» **Assignment**
There is one span to output from the data below: the lines starting at the line with "min(float(ends[1, 0]), VIEW_RIGHT)" and ending at the line with "canvas.line([(x, floor +". Output it exactly, ends included, nothing more.

» **Dataset**
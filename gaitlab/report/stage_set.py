"""The layout of an animated walk: two cameras that hold the whole stretch in view, the tray, rulers, ring and legend."""

from __future__ import annotations

from dataclasses import dataclass

import numpy as np
from numpy.typing import NDArray

from gaitlab.gait.records import Trace
from gaitlab.report.body_view import SWING_FOOT, Camera, vacuum_colour
from gaitlab.report.canvas import Canvas, Point, fitted
from gaitlab.report.ring_view import RingPlace
from gaitlab.report.solids import Solid, rotated
from gaitlab.report.style import INK, MUTED, ORANGE, PAPER, RULE

FloatArray = NDArray[np.float64]
WIDTH, HEIGHT = 840, 440
VIEW_LEFT, VIEW_RIGHT = 18.0, 580.0
COLUMN = (612.0, 822.0)
RING = RingPlace((717.0, 142.0), 58.0, (602.0, 834.0))
STEEL, STEEL_EDGE, TRAY = "#e3e7ea", "#9aa5ae", "#f2f4f5"
MARGIN_M = np.array([0.008, 0.008, 0.006])
VIEWS_PX = 276.0  # height that both views share
MM = 1e3
TICK_STEPS_MM = (1, 2, 5, 10, 20, 50, 100, 200, 500, 1000)


@dataclass(frozen=True)
class Stretch:
    """The box that holds everything seen over the shown frames: low and high corners [m] (x, y, z)."""

    low_m: FloatArray
    high_m: FloatArray

    @classmethod
    def of(cls, trace: Trace, solids: tuple[Solid, ...], frames: range) -> Stretch:
        """Corners over first, middle and last frames; parts between them stay well inside the margin."""
        chosen = sorted({frames[0], frames[len(frames) // 4], frames[len(frames) // 2], frames[-1]})
        clouds = [_extent(trace, solid, frame) for frame in chosen for solid in solids]
        low = np.min([cloud[0] for cloud in clouds], axis=0)
        high = np.max([cloud[1] for cloud in clouds], axis=0)
        return cls(np.minimum(low, [np.inf, np.inf, 0.0]) - MARGIN_M * (1, 1, 0), high + MARGIN_M)


def _extent(trace: Trace, solid: Solid, frame: int) -> tuple[FloatArray, FloatArray]:
    points = rotated(solid.points_m, trace.quaternion[frame, solid.part]) + trace.position_m[frame, solid.part]
    return points.min(axis=0) - solid.radius_m, points.max(axis=0) + solid.radius_m


@dataclass(frozen=True)
class StageSet:
    """Both cameras and the background that never changes."""

    side: Camera
    above: Camera
    stretch: Stretch
    backdrop: Canvas


def stage_set(stretch: Stretch, *, title: str, subtitle: str, full_Pa: float) -> StageSet:
    """Cameras of one scale for both views, as large as the space allows, and the painted backdrop."""
    size = stretch.high_m - stretch.low_m
    scale = min((VIEW_RIGHT - VIEW_LEFT) / size[0], VIEWS_PX / (size[1] + size[2]))
    left = VIEW_LEFT + 0.5 * (VIEW_RIGHT - VIEW_LEFT - scale * size[0])
    spare = max(VIEWS_PX - scale * (size[1] + size[2]), 0.0)
    floor = 66.0 + 0.4 * spare + scale * size[2]
    below = floor + 62.0 + 0.35 * spare
    side = Camera(2, scale, float(stretch.low_m[0]), 0.0, left, floor)
    above = Camera(1, scale, float(stretch.low_m[0]), float(stretch.high_m[1]), left, below)
    canvas = Canvas.blank(WIDTH, HEIGHT, PAPER)
    for words, y, points, bold in ((title, 20.0, 15.0, True), (subtitle, 39.0, 10.5, False)):
        shown, fitting = fitted(words, 0.86 * (VIEW_RIGHT - VIEW_LEFT), size=points, least=8.5)
        canvas.text((VIEW_LEFT, y), shown, size=fitting, bold=bold, colour=INK if bold else MUTED)
    _draw_floor(canvas, side, stretch)
    _draw_tray(canvas, above, stretch)
    _draw_column(canvas, full_Pa)
    return StageSet(side, above, stretch, canvas)


def _span_px(camera: Camera, stretch: Stretch) -> tuple[float, float]:
    ends = camera.pixels(np.array([stretch.low_m, stretch.high_m]))
    return max(float(ends[0, 0]), VIEW_LEFT), min(float(ends[1, 0]), VIEW_RIGHT)


def _draw_floor(canvas: Canvas, camera: Camera, stretch: Stretch) -> None:
    """The tray's floor cut open, with a ruler that is the scale bar as well."""
    left, right = _span_px(camera, stretch)
    floor = camera.level_px
    canvas.text((VIEW_LEFT, 62), "from the side", size=10.5, colour=MUTED)
    canvas.box((left, floor), (right, floor + 7), fill=STEEL)
    canvas.line([(left, floor), (right, floor)], colour=STEEL_EDGE, width=1.6)
    step = tick_step_mm(camera.px_per_m)
    first = int(np.ceil(MM * stretch.low_m[0] / step))
    last = int(np.floor(MM * stretch.high_m[0] / step))
    for k in range(first, last + 1):
        x = camera.left_px + (k * step / MM - camera.left_m) * camera.px_per_m
        named = k % 5 == 0
        canvas.line([(x, floor + 7), (x, floor + (13 if named else 10))], colour=MUTED, width=1.0)
        if named and left + 8 < x < right - 26:
            canvas.text((x, floor + 21), f"{k * step:g}", size=9.5, colour=MUTED, anchor="mm")
    canvas.text((right, floor + 21), "mm", size=9.5, colour=MUTED, anchor="rm")


def tick_step_mm(px_per_m: float) -> int:
    """The least round step [mm] whose ticks stand at least 9 px apart."""
    return next((step for step in TICK_STEPS_MM if step * px_per_m / MM >= 9.0), TICK_STEPS_MM[-1])


def _draw_tray(canvas: Canvas, camera: Camera, stretch: Stretch) -> None:
    """The tray from above with its turned-up edges, and a scale bar of one big division."""
    left, right = _span_px(camera, stretch)
    top = camera.level_px
    bottom = top + (stretch.high_m[1] - stretch.low_m[1]) * camera.px_per_m
    canvas.text((VIEW_LEFT, top - 13), "from above", size=10.5, colour=MUTED)
    canvas.box((left, top), (right, bottom), fill=TRAY)
    for y in (top, bottom):
        canvas.line([(left, y), (right, y)], colour=STEEL_EDGE, width=2.2)
    step = 5 * tick_step_mm(camera.px_per_m)
    length = step / MM * camera.px_per_m
    canvas.line([(left, bottom + 14), (left + length, bottom + 14)], colour=INK, width=2.2)
    for x in (left, left + length):
        canvas.line([(x, bottom + 10), (x, bottom + 18)], colour=INK, width=1.4)
    canvas.text((left + length + 8, bottom + 14), f"{step:g} mm", size=10.5)


def _draw_column(canvas: Canvas, full_Pa: float) -> None:
    left, right = COLUMN
    canvas.line([(596, 16), (596, HEIGHT - 16)], colour=RULE, width=1.0)
    canvas.text((left, 20), "ring and inlets", size=11, bold=True)
    canvas.text((left, 256), "vacuum, kPa", size=10.5, colour=MUTED)
    for k in range(60):
        x = left + (right - left) * k / 60
        canvas.box((x, 266), (x + (right - left) / 60, 278), fill=vacuum_colour(full_Pa * k / 59, full_Pa))
    canvas.box((left, 266), (right, 278), fill=PAPER, line=MUTED) if full_Pa <= 0 else None
    for share in (0.0, 0.5, 1.0):
        anchor = ("lm", "mm", "rm")[round(2 * share)]
        at = (left + share * (right - left), 289.0)
        canvas.text(at, f"{share * full_Pa / 1e3:.0f}", size=10, colour=MUTED, anchor=anchor)
    _draw_foot_key(canvas, (left + 6, 312), loaded=True)
    _draw_foot_key(canvas, (left + 110, 312), loaded=False)


def _draw_foot_key(canvas: Canvas, at: Point, *, loaded: bool) -> None:
    canvas.disc(at, 5.0, fill=ORANGE if loaded else SWING_FOOT, line=INK if loaded else MUTED)
    canvas.text((at[0] + 11, at[1]), "foot stands" if loaded else "foot swings", size=10.5)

» **Exercise output**
    return max(float(ends[0, 0]), VIEW_LEFT), min(float(ends[1, 0]), VIEW_RIGHT)


def _draw_floor(canvas: Canvas, camera: Camera, stretch: Stretch) -> None:
    """The tray's floor cut open, with a ruler that is the scale bar as well."""
    left, right = _span_px(camera, stretch)
    floor = camera.level_px
    canvas.text((VIEW_LEFT, 62), "from the side", size=10.5, colour=MUTED)
    canvas.box((left, floor), (right, floor + 7), fill=STEEL)
    canvas.line([(left, floor), (right, floor)], colour=STEEL_EDGE, width=1.6)
    step = tick_step_mm(camera.px_per_m)
    first = int(np.ceil(MM * stretch.low_m[0] / step))
    last = int(np.floor(MM * stretch.high_m[0] / step))
    for k in range(first, last + 1):
        x = camera.left_px + (k * step / MM - camera.left_m) * camera.px_per_m
        named = k % 5 == 0
        canvas.line([(x, floor + 7), (x, floor + (13 if named else 10))], colour=MUTED, width=1.0)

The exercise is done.